Work request
Using the data below, count the lines where "size" appears, and answer with the number alone.

Data shown
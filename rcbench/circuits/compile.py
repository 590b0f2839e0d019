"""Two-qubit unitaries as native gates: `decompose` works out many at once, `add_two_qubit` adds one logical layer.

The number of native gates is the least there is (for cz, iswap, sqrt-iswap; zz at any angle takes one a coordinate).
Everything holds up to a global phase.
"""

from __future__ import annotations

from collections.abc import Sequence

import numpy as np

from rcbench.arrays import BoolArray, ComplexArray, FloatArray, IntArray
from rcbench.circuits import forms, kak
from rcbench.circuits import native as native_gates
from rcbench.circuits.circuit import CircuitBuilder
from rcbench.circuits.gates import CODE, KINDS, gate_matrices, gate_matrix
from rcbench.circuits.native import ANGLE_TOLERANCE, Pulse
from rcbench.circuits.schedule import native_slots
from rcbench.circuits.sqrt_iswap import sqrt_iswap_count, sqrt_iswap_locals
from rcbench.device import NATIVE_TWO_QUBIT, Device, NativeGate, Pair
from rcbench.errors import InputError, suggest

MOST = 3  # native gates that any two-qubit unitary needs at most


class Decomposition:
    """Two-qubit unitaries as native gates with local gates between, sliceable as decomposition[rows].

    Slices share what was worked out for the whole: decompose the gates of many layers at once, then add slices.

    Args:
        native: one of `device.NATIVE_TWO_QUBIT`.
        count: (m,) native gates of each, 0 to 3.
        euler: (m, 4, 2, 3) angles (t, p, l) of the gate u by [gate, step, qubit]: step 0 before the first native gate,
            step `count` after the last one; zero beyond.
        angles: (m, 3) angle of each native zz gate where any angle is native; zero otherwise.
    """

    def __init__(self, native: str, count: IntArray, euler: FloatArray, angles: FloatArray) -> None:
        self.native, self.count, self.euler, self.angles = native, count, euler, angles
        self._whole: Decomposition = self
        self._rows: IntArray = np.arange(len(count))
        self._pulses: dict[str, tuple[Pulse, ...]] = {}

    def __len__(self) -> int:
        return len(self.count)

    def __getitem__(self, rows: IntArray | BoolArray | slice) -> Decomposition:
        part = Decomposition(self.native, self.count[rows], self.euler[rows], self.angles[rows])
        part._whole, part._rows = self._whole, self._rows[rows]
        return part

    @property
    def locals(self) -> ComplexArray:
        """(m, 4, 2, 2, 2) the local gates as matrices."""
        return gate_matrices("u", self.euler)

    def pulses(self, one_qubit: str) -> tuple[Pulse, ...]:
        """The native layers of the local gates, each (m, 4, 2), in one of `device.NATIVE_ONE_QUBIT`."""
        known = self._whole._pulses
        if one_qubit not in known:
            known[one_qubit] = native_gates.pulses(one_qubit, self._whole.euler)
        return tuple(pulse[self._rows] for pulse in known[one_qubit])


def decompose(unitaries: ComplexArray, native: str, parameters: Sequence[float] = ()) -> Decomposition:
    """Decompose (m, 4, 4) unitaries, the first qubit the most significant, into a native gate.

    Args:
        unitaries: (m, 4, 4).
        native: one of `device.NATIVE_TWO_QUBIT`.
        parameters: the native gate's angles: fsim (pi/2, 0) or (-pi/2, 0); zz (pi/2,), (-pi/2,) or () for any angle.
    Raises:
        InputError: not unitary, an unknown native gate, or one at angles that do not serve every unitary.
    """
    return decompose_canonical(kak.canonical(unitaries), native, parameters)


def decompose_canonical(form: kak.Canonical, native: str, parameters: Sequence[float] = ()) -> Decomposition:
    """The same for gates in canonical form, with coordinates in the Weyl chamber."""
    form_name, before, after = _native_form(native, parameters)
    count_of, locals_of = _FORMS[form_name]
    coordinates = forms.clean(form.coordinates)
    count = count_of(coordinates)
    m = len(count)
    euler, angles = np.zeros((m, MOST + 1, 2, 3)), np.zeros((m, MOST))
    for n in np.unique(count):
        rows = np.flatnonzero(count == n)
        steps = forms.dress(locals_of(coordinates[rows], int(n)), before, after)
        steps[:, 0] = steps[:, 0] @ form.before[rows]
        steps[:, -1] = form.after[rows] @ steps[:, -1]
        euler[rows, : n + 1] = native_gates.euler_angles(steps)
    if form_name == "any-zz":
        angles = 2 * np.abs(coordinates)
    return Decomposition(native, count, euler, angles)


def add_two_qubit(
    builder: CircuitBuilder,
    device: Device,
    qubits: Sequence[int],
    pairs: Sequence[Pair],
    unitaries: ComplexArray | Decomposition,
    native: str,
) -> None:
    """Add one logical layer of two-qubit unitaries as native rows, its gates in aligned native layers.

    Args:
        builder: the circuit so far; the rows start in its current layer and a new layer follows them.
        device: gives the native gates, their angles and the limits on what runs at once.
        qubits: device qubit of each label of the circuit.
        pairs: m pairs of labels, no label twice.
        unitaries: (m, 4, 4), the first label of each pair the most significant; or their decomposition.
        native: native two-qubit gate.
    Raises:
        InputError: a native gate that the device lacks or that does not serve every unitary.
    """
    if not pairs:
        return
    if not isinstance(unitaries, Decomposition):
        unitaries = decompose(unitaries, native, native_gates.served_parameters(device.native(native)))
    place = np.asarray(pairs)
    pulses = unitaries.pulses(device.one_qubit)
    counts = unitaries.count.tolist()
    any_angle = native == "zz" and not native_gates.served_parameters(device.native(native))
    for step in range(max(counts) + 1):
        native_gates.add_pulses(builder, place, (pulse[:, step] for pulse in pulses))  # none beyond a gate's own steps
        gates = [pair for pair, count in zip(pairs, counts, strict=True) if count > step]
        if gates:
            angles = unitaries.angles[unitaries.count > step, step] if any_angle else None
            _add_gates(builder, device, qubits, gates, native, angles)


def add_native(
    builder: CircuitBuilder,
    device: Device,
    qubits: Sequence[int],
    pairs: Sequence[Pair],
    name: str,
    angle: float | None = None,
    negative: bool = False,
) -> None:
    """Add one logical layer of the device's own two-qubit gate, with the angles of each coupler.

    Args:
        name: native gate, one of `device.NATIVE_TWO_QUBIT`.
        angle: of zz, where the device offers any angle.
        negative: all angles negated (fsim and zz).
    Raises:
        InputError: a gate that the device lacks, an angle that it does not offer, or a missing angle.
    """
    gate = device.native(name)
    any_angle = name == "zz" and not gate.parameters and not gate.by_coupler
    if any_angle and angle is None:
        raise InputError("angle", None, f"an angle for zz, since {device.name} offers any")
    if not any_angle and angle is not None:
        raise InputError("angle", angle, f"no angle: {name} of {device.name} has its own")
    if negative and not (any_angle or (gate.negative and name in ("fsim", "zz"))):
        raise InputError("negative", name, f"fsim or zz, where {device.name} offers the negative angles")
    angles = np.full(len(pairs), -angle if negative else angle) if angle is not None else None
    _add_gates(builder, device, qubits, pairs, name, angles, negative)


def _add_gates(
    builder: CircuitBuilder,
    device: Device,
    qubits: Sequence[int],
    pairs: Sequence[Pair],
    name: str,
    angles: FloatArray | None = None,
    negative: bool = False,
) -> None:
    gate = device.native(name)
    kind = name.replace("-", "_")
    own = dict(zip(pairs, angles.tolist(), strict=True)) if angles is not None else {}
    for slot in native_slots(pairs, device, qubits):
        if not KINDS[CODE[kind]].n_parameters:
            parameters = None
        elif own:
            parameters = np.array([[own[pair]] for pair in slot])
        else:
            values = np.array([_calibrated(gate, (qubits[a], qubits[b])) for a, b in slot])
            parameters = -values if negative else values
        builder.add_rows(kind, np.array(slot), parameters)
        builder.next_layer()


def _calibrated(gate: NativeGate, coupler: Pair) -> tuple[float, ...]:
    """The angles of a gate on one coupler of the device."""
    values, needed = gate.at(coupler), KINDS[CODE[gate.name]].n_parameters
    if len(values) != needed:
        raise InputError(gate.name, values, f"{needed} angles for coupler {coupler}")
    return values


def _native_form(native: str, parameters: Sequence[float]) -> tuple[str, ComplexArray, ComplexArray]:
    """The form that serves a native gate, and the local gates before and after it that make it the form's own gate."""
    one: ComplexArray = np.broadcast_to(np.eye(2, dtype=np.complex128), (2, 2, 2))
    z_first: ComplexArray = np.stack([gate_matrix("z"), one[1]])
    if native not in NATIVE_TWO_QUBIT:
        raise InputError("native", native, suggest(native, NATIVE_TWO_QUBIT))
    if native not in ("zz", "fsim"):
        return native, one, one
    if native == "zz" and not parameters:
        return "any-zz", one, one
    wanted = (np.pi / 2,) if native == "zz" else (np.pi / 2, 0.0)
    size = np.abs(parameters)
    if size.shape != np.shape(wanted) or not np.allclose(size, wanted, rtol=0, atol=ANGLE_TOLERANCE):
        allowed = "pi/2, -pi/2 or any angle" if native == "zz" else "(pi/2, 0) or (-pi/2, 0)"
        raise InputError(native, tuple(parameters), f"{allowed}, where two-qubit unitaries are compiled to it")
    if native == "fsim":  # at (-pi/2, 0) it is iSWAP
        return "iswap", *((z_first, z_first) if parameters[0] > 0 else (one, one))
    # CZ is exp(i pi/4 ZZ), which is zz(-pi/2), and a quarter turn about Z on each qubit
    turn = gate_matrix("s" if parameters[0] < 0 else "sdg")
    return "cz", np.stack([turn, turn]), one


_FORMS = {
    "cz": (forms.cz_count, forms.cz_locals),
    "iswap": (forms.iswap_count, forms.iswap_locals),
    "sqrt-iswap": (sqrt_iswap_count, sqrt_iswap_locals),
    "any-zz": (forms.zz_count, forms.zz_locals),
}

Response to this exercise
2